— Assignment —
Provide an exact copy of the lines from the beginning of the records through the line that includes "const pipetting = rootMeanSquare(runs.map((run)", and of no others.

Start of Stored data

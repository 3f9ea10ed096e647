import { columnOf } from "kinetics-core/linear-algebra";
import {
  type ConcentrationUnit,
  concentrationInWords,
  type Flag,
  inARow,
  numberInWords,
  printUncertain,
} from "kinetics-core/quantities";
import { centredLogarithms, type Design, regressOnOthers, rootMeanSquare } from "./design";
import type { OrdersFit } from "./fit-orders";
import type { OrderCombination, RateLawFit, Separability } from "./rate-law";
import { reducedRows } from "./reduced-rows";
import { combinationFunctional, estimateOfFunctional, uncertaintyOf } from "./uncertainty";
import type { UsableRun } from "./usable-runs";

/**
 * Can the design tell the orders apart? The standard error of an order is the residual scatter over
 * √m · s_(i|others), with s_(i|others) the root-mean-square of ln c_i left after regression on the other free species.
 * A condition index of 30 lets weak designs pass; this measure does not.
 */
const BLOCKS_BELOW = 0.1;
const WEAKENS_BELOW = 0.3;
/** A spread that pipetting alone could make tells nothing. */
const PIPETTING_ERRORS = 3;
/** Coefficients of a regression below this are not worth naming. */
const NAMEABLE = 0.05;

export function separability(
  runs: readonly UsableRun[],
  design: Design,
  species: readonly string[],
): readonly Separability[] {
  const columns = centredLogarithms(runs, design.free);
  return design.free.map((index, i) => {
    const conditionalSpread = rootMeanSquare(regressOnOthers(columns, i).residual);
    const pipetting = rootMeanSquare(runs.map((run) => run.privateErrors[index] ?? 0));
    const blocked = conditionalSpread < BLOCKS_BELOW || conditionalSpread < PIPETTING_ERRORS * pipetting;
    return {
      species: species[index] ?? "",
      spread: rootMeanSquare(columnOf(columns, i)),
      conditionalSpread,
      severity: blocked ? "blocks" : conditionalSpread < WEAKENS_BELOW ? "weakens" : "holds",
    };
  });
}

export interface Separation {
  readonly undetermined: RateLawFit["undetermined"];
  readonly determined: RateLawFit["determined"];
  readonly flags: readonly Flag[];
}

export interface SeparationContext {
  readonly fit: OrdersFit;
  readonly species: readonly string[];
  readonly unit: ConcentrationUnit;
  readonly level: number;
}

/** What the runs leave open, in words with a way out, and what they settle all the same. */
export function separation(context: SeparationContext, measures: readonly Separability[]): Separation {
  const { design } = context.fit;
  const open = design.nullDirections.map((direction) => ({
    direction,
    message: openInWords(context, direction),
  }));
  const covered = new Set(open.flatMap(({ direction }) => namedBy(direction)));
  const hardly: { readonly direction: readonly number[]; readonly message: string }[] = [];
  measures.forEach((measure, i) => {
    if (measure.severity !== "blocks" || covered.has(i)) return;
    const direction = nearlyOpenDirection(context.fit, i);
    for (const involved of namedBy(direction)) covered.add(involved);
    hardly.push({ direction, message: hardlyInWords(context, measure, direction) });
  });
  const named = (direction: readonly number[]) => combinationOf(context, direction);
  const undetermined = [...open, ...hardly].map(({ direction, message }) => ({
    combination: named(direction),
    message,
  }));
  return {
    undetermined,
    determined: determinedCombinations(context),
    flags: [
      ...undetermined.map(
        ({ message }): Flag => ({ code: "orders-not-separable", severity: "blocks", message }),
      ),
      ...measures.filter((measure) => measure.severity === "weakens").map(weaklySeparable),
    ],
  };
}

function weaklySeparable(measure: Separability): Flag {
  const factor = numberInWords(Number(Math.exp(2 * measure.conditionalSpread).toPrecision(2)));
  return {
    code: "orders-weakly-separable",
    severity: "weakens",
    message: `The order in ${measure.species} rests on a spread of about a factor of ${factor} in [${measure.species}] that the other species do not share. More runs at other levels of [${measure.species}], the others kept, would settle it.`,
  };
}

/** Null directions, and combinations of two or more orders that are known although their members are not. */
function determinedCombinations({ fit, species, level }: SeparationContext): RateLawFit["determined"] {
  const { design } = fit;
  if (design.nullDirections.length === 0) return [];
  const rows = Array.from({ length: design.rank }, (_, j) => Array.from(columnOf(design.basis, j)));
  return reducedRows(rows)
    .filter((row) => namedBy(row).length > 1)
    .map((row) => ({
      combination: combinationOf({ fit, species }, row),
      value: estimateOfFunctional(uncertaintyOf(fit, combinationFunctional(fit, row), 0), 0, level),
    }));
}

function openInWords(context: SeparationContext, direction: readonly number[]): string {
  const { fit, unit } = context;
  const involved = namedBy(direction);
  const names = involved.map((i) => nameOf(context, i));
  const [first = 0, second = 0] = involved;
  const base = centralRun(fit);
  if (involved.length === 1) {
    const name = names[0] ?? "";
    const value = base.concentrations[fit.design.free[first] ?? 0] ?? 0;
    return `${name} was the same in every run, ${concentrationInWords(value, unit)}, so its order cannot be known. A run like ${base.label} with ${name} at ${halfAndDouble(value, unit)} would show it; or hold its order, at 0 to count ${name} into k.`;
  }
  const changed = involved.at(-1) ?? 0;
  const changedName = nameOf(context, changed);
  const value = base.concentrations[fit.design.free[changed] ?? 0] ?? 0;
  const wayOut = `A run like ${base.label} with ${changedName} at ${halfAndDouble(value, unit)} and everything else kept would separate them; or hold one of the orders.`;
  if (involved.length > 2)
    return `${inARow(names)} were varied together, so their orders cannot be told apart. ${wayOut}`;
  // Along the data the second species moves as −d₁/d₂ times the first.
  const weight = -(direction[first] ?? 0) / (direction[second] ?? 1);
  const weights = pairOfWeights(fit, first, second, weight);
  const known = estimateOfFunctional(
    uncertaintyOf(fit, combinationFunctional(fit, weights), 0),
    0,
    context.level,
  );
  const how = weight > 0 ? "together" : "against each other";
  return `${inARow(names)} were varied ${how}, so only ${sumInWords(names[0] ?? "", names[1] ?? "", weight)} is known${known.estimate === null ? "" : `, ${valueInWords(known.estimate, known.interval)}`}. ${wayOut}`;
}

function pairOfWeights(fit: OrdersFit, first: number, second: number, weight: number): readonly number[] {
  const weights = fit.design.free.map(() => 0);
  weights[first] = 1;
  weights[second] = weight;
  return weights;
}

function sumInWords(first: string, second: string, weight: number): string {
  const size = Math.abs(weight);
  const factor = Math.abs(size - 1) < 1e-6 ? "" : `${numberInWords(size)} times `;
  return `the order in ${first} ${weight > 0 ? "plus" : "minus"} ${factor}that in ${second}`;
}

function valueInWords(value: number, interval: readonly [number, number] | null): string {
  const half = interval === null ? null : (interval[1] - interval[0]) / 2;
  // Below this the half-width is rounding of an exact table, and says nothing.
  const printed = printUncertain(value, half !== null && half > 1e-6 ? half : null, { power: 0 });
  return printed.uncertainty === null ? printed.value : `${printed.value} ± ${printed.uncertainty}`;
}

function hardlyInWords(
  context: SeparationContext,
  measure: Separability,
  direction: readonly number[],
): string {
  const { fit, unit } = context;
  const others = namedBy(direction)
    .map((i) => nameOf(context, i))
    .filter((name) => name !== measure.species);
  const base = centralRun(fit);
  const index = context.species.indexOf(measure.species);
  const way = `A run like ${base.label} with ${measure.species} at ${halfAndDouble(base.concentrations[index] ?? 0, unit)} and everything else kept would settle it; or hold an order.`;
  const lonely = others.length === 0 || measure.spread < BLOCKS_BELOW;
  return lonely
    ? `${measure.species} was hardly varied: its concentrations lie within ${numberInWords(Number((100 * measure.spread).toPrecision(2)))} % (one standard deviation), too little for an order. ${way}`
    : `${measure.species} was varied almost in step with ${inARow(others)}, so their orders can hardly be told apart. ${way}`;
}

/** e_i less its regression on the others: the combination that the runs all but leave open. */
function nearlyOpenDirection(fit: OrdersFit, which: number): readonly number[] {
  const columns = centredLogarithms(fit.runs, fit.design.free);
  const { coefficients } = regressOnOthers(columns, which);
  const direction = fit.design.free.map(() => 0);
  direction[which] = 1;
  const others = fit.design.free.map((_, i) => i).filter((i) => i !== which);
  others.forEach((i, place) => {
    const coefficient = -(coefficients[place] ?? 0);
    direction[i] = Math.abs(coefficient) < NAMEABLE ? 0 : coefficient;
  });
  return direction;
}

function namedBy(direction: readonly number[]): readonly number[] {
  return direction.flatMap((value, i) => (value === 0 ? [] : [i]));
}

function combinationOf(
  context: { readonly fit: OrdersFit; readonly species: readonly string[] },
  direction: readonly number[],
): OrderCombination {
  return Object.fromEntries(
    namedBy(direction).map((i) => [nameOf(context, i), Number((direction[i] ?? 0).toPrecision(9))]),
  );
}

function nameOf(
  context: { readonly fit: OrdersFit; readonly species: readonly string[] },
  free: number,
): string {
  return context.species[context.fit.design.free[free] ?? 0] ?? "";
}

/** The run closest to the centre of the design: its recipe is the one to repeat. */
function centralRun(fit: OrdersFit): UsableRun {
  const columns = centredLogarithms(fit.runs, fit.design.free);
  let best = 0;
  let least = Number.POSITIVE_INFINITY;
  fit.runs.forEach((_, j) => {
    let distance = 0;
    for (let i = 0; i < columns.columns; i++) distance += (columnOf(columns, i)[j] ?? 0) ** 2;
    if (distance < least - 1e-12) {
      least = distance;
      best = j;
    }
  });
  const run = fit.runs[best];
  if (run === undefined) throw new RangeError("a fit has at least one run");
  return run;
}

function halfAndDouble(value: number, unit: ConcentrationUnit): string {
  return `${numberInWords(value / 2)} or ${concentrationInWords(2 * value, unit)}`;
}
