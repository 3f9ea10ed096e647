import type { GridStep } from "@/app/_ui/grid/grid-shape";
import { type Cells, nextLabel } from "./run-row";
import type { RowEdit } from "./schema";

/**
 * What is typed in the grid and not yet in the sheet, as plain data: texts over the kept ones, and rows that are
 * new. A row leaves the draft once it was kept; a row that is not read stays here, and the law keeps its last good
 * values.
 */
export interface Draft {
  /** By row key (a run's id, or a key of the page's own) and column id. */
  readonly texts: Readonly<Record<string, Readonly<Record<string, string>>>>;
  /** Keys of new rows in order; the last one is blank and waits to be typed into. */
  readonly newKeys: readonly string[];
  readonly nextKey: number;
}

/** What a draft lies over: the rows as they were kept, and how the texts of one are read. */
export interface KeptRowTexts {
  readonly rows: readonly { readonly runId: string; readonly cells: Cells }[];
  /** By column: what is wrong with these texts. */
  readonly faultsOf: (cells: Cells) => Cells;
}

const NEW = "new-";

export const emptyDraft: Draft = { texts: {}, newKeys: [`${NEW}0`], nextKey: 1 };

export interface CellBefore {
  readonly key: string;
  readonly column: string;
  /** Undefined where the kept text showed. */
  readonly text: string | undefined;
}

export interface AppliedStep {
  readonly draft: Draft;
  readonly touched: readonly string[];
  readonly before: readonly CellBefore[];
}

/** One step of the grid laid over the draft. New rows without a label get the next one. */
export function applyStep(draft: Draft, step: GridStep, kept: KeptRowTexts): AppliedStep {
  const texts: Record<string, Record<string, string>> = structuredClone(draft.texts) as Record<
    string,
    Record<string, string>
  >;
  const newKeys = [...draft.newKeys];
  let { nextKey } = draft;
  const before: CellBefore[] = [];
  const touched = new Set<string>();
  const write = (key: string, column: string, text: string) => {
    before.push({ key, column, text: texts[key]?.[column] });
    texts[key] = { ...texts[key], [column]: text };
    touched.add(key);
  };
  const shownNew = newKeys.length;
  for (const change of step.changes) {
    const place = shownNew + change.newRow;
    while (change.rowId === null && newKeys.length <= place) {
      newKeys.push(`${NEW}${nextKey}`);
      nextKey += 1;
    }
    const key = change.rowId ?? newKeys[place];
    if (key !== undefined) write(key, change.columnId, change.text);
  }
  for (const key of newKeys) {
    const row = texts[key];
    if (!touched.has(key) || row === undefined || (row.label ?? "") !== "" || isBlank(row)) continue;
    write(key, "label", nextLabel(labelsOf({ ...draft, texts, newKeys }, kept)));
  }
  const last = newKeys.at(-1);
  if (last === undefined || !isBlank(texts[last] ?? {})) {
    newKeys.push(`${NEW}${nextKey}`);
    nextKey += 1;
  }
  return { draft: { texts, newKeys, nextKey }, touched: [...touched], before };
}

/** Puts texts back to what they were before a step. */
export function restoreCells(draft: Draft, cells: readonly CellBefore[]): Draft {
  const texts: Record<string, Record<string, string>> = structuredClone(draft.texts) as Record<
    string,
    Record<string, string>
  >;
  for (const { key, column, text } of cells.toReversed()) {
    const row = { ...texts[key] };
    if (text === undefined) delete row[column];
    else row[column] = text;
    texts[key] = row;
  }
  return { ...draft, texts };
}

export function withoutRows(draft: Draft, keys: Iterable<string>): Draft {
  const gone = new Set(keys);
  return {
    ...draft,
    texts: Object.fromEntries(Object.entries(draft.texts).filter(([key]) => !gone.has(key))),
    newKeys: draft.newKeys.filter((key) => !gone.has(key)),
  };
}

/** Drops the cells that still hold what was kept; what was typed over them meanwhile stays. */
export function withoutKept(draft: Draft, key: string, kept: Readonly<Record<string, string>>): Draft {
  const left = Object.entries(draft.texts[key] ?? {}).filter(([column, text]) => kept[column] !== text);
  if (left.length === 0) return withoutRows(draft, [key]);
  return { ...draft, texts: { ...draft.texts, [key]: Object.fromEntries(left) } };
}

/** New rows that are runs of the sheet by now: what is still typed in them goes on as an edit of the run. */
export function adoptRows(draft: Draft, runIds: Readonly<Record<string, string>>): Draft {
  return {
    ...draft,
    texts: Object.fromEntries(Object.entries(draft.texts).map(([key, cells]) => [runIds[key] ?? key, cells])),
    newKeys: draft.newKeys.filter((key) => runIds[key] === undefined),
  };
}

/**
 * Keys of the rows in the order in which they are drawn: runs that were there, then all that this page added, by
 * when they were begun. A row stays in its place when it is kept, or what is typed next would land in another one.
 * `runIds` tells what new rows became.
 */
export function rowOrder(
  draft: Draft,
  kept: Pick<KeptRowTexts, "rows">,
  runIds: Readonly<Record<string, string>>,
): readonly { readonly key: string; readonly runId: string | null }[] {
  const begun = new Map(Object.entries(runIds).map(([key, runId]) => [runId, key]));
  const rows = kept.rows.map(({ runId }) => ({ key: begun.get(runId) ?? runId, runId }));
  const added = [
    ...rows.filter(({ runId }) => begun.has(runId)),
    ...draft.newKeys.map((key) => ({ key, runId: null })),
  ];
  const place = ({ key }: { key: string }) => Number(key.slice(NEW.length));
  return [
    ...rows.filter(({ runId }) => !begun.has(runId)),
    ...added.sort((one, other) => place(one) - place(other)),
  ];
}

export function isBlank(cells: Readonly<Record<string, string>>): boolean {
  return Object.values(cells).every((text) => text.trim() === "");
}

/** By row key and column: what stands against keeping a row. A blank new row has no faults and is not kept. */
export function draftFaults(
  draft: Draft,
  kept: KeptRowTexts,
): Readonly<Record<string, Readonly<Record<string, string>>>> {
  const faults: Record<string, Record<string, string>> = {};
  const owners = labelOwners(draft, kept);
  for (const [key, cells] of Object.entries(draft.texts)) {
    const isNew = draft.newKeys.includes(key);
    if (isNew && isBlank(cells)) continue;
    const found = { ...kept.faultsOf(isNew ? { label: "", ...cells } : cells) };
    const label = cells.label?.trim();
    if (label !== undefined && label !== "" && (owners.get(label)?.length ?? 0) > 1) {
      found.label = `Another run is called ${label} already. Give one of them another label.`;
    }
    if (Object.keys(found).length > 0) faults[key] = found;
  }
  return faults;
}

/** The rows among `touched` that can be kept now. */
export function keepableRows(draft: Draft, touched: readonly string[], kept: KeptRowTexts): RowEdit[] {
  const faults = draftFaults(draft, kept);
  return touched.flatMap((key) => {
    const cells = draft.texts[key] ?? {};
    const isNew = draft.newKeys.includes(key);
    if (faults[key] !== undefined || Object.keys(cells).length === 0 || (isNew && isBlank(cells))) return [];
    return [{ key, runId: isNew ? null : key, cells }];
  });
}

function labelsOf(draft: Draft, kept: KeptRowTexts): string[] {
  return [...labelOwners(draft, kept).keys()];
}

function labelOwners(draft: Draft, kept: KeptRowTexts): Map<string, string[]> {
  const owners = new Map<string, string[]>();
  const add = (label: string, key: string) => {
    if (label !== "") owners.set(label, [...(owners.get(label) ?? []), key]);
  };
  for (const row of kept.rows)
    add((draft.texts[row.runId]?.label ?? row.cells.label ?? "").trim(), row.runId);
  for (const key of draft.newKeys) add((draft.texts[key]?.label ?? "").trim(), key);
  return owners;
}
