import { slopeAgainstWindowEnd } from "kinetics-core/initial-rate";
import type { Metadata } from "next";
import { database } from "@/app/_server/database";
import { openStudy } from "@/app/_server/study";
import { ButtonLink } from "@/app/_ui/button";
import { EmptyState } from "@/app/_ui/empty-state";
import { Sheet as Paper } from "@/app/_ui/sheet";
import { analyseStudy } from "@/app/_worksheet/analyse-study";
import type { RunAnalysis } from "@/app/_worksheet/analysis";
import { readTrace } from "@/db/trace/read-trace";
import { RatesBench } from "./_components/rates-bench";
import { ratesView, runRateView, type StoredTrace, selectRun } from "./view";

export const metadata: Metadata = { title: "Rates" };

/** The initial rate of every run, and one run's trace with how its rate came about. */
export default async function RatesPage({
  params,
  searchParams,
}: {
  params: Promise<{ studyId: string }>;
  searchParams: Promise<{ run?: string | string[] }>;
}) {
  const { studyId } = await params;
  const { sheet, revision, canEdit } = await openStudy(studyId);
  const db = database();
  const analysis = await analyseStudy(db, sheet);
  const { run: asked } = await searchParams;
  const selected = selectRun(analysis, typeof asked === "string" ? asked : undefined);
  if (selected === null)
    return (
      <Paper title="No run has a rate yet">
        <EmptyState
          title="No traces yet"
          actions={
            <ButtonLink kind="primary" href={`/studies/${studyId}/runs/import`}>
              Import traces
            </ButtonLink>
          }
        >
          A rate is read from the start of a trace: eight readings or more while the first tenth of the
          reaction runs are enough to begin with.
        </EmptyState>
      </Paper>
    );
  const sha256 = sheet.runs.find((run) => run.id === selected.runId)?.trace?.sha256;
  const stored = sha256 === undefined ? null : await readTrace(db, sha256);
  return (
    <RatesBench
      key={selected.runId}
      studyId={studyId}
      revision={revision}
      canEdit={canEdit}
      rates={ratesView(sheet, analysis)}
      run={runRateView(sheet, analysis, selected, stored, stored === null ? [] : sweep(selected, stored))}
    />
  );
}

/** The same estimator on windows that end elsewhere; a fit of a whole trace is not swept. */
function sweep({ rate }: RunAnalysis, { timeSeconds, signal }: StoredTrace) {
  if (rate.kind !== "estimated") return [];
  const { estimator, degree, window } = rate.initialRate;
  const trace = { time: timeSeconds, signal };
  if (estimator === "straight") return slopeAgainstWindowEnd(trace, { estimator, from: window[0] });
  if (estimator !== "tangent" || (degree !== 2 && degree !== 3 && degree !== 4)) return [];
  return slopeAgainstWindowEnd(trace, { estimator, degree, from: window[0] });
}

End of Stored data

— Result —
repository 3f9ea10ed096e647
import { columnOf } from "kinetics-core/linear-algebra";
import {
  type ConcentrationUnit,
  concentrationInWords,
  type Flag,
  inARow,
  numberInWords,
  printUncertain,
} from "kinetics-core/quantities";
import { centredLogarithms, type Design, regressOnOthers, rootMeanSquare } from "./design";
import type { OrdersFit } from "./fit-orders";
import type { OrderCombination, RateLawFit, Separability } from "./rate-law";
import { reducedRows } from "./reduced-rows";
import { combinationFunctional, estimateOfFunctional, uncertaintyOf } from "./uncertainty";
import type { UsableRun } from "./usable-runs";

/**
 * Can the design tell the orders apart? The standard error of an order is the residual scatter over
 * √m · s_(i|others), with s_(i|others) the root-mean-square of ln c_i left after regression on the other free species.
 * A condition index of 30 lets weak designs pass; this measure does not.
 */
const BLOCKS_BELOW = 0.1;
const WEAKENS_BELOW = 0.3;
/** A spread that pipetting alone could make tells nothing. */
const PIPETTING_ERRORS = 3;
/** Coefficients of a regression below this are not worth naming. */
const NAMEABLE = 0.05;

export function separability(
  runs: readonly UsableRun[],
  design: Design,
  species: readonly string[],
): readonly Separability[] {
  const columns = centredLogarithms(runs, design.free);
  return design.free.map((index, i) => {
    const conditionalSpread = rootMeanSquare(regressOnOthers(columns, i).residual);
    const pipetting = rootMeanSquare(runs.map((run) => run.privateErrors[index] ?? 0));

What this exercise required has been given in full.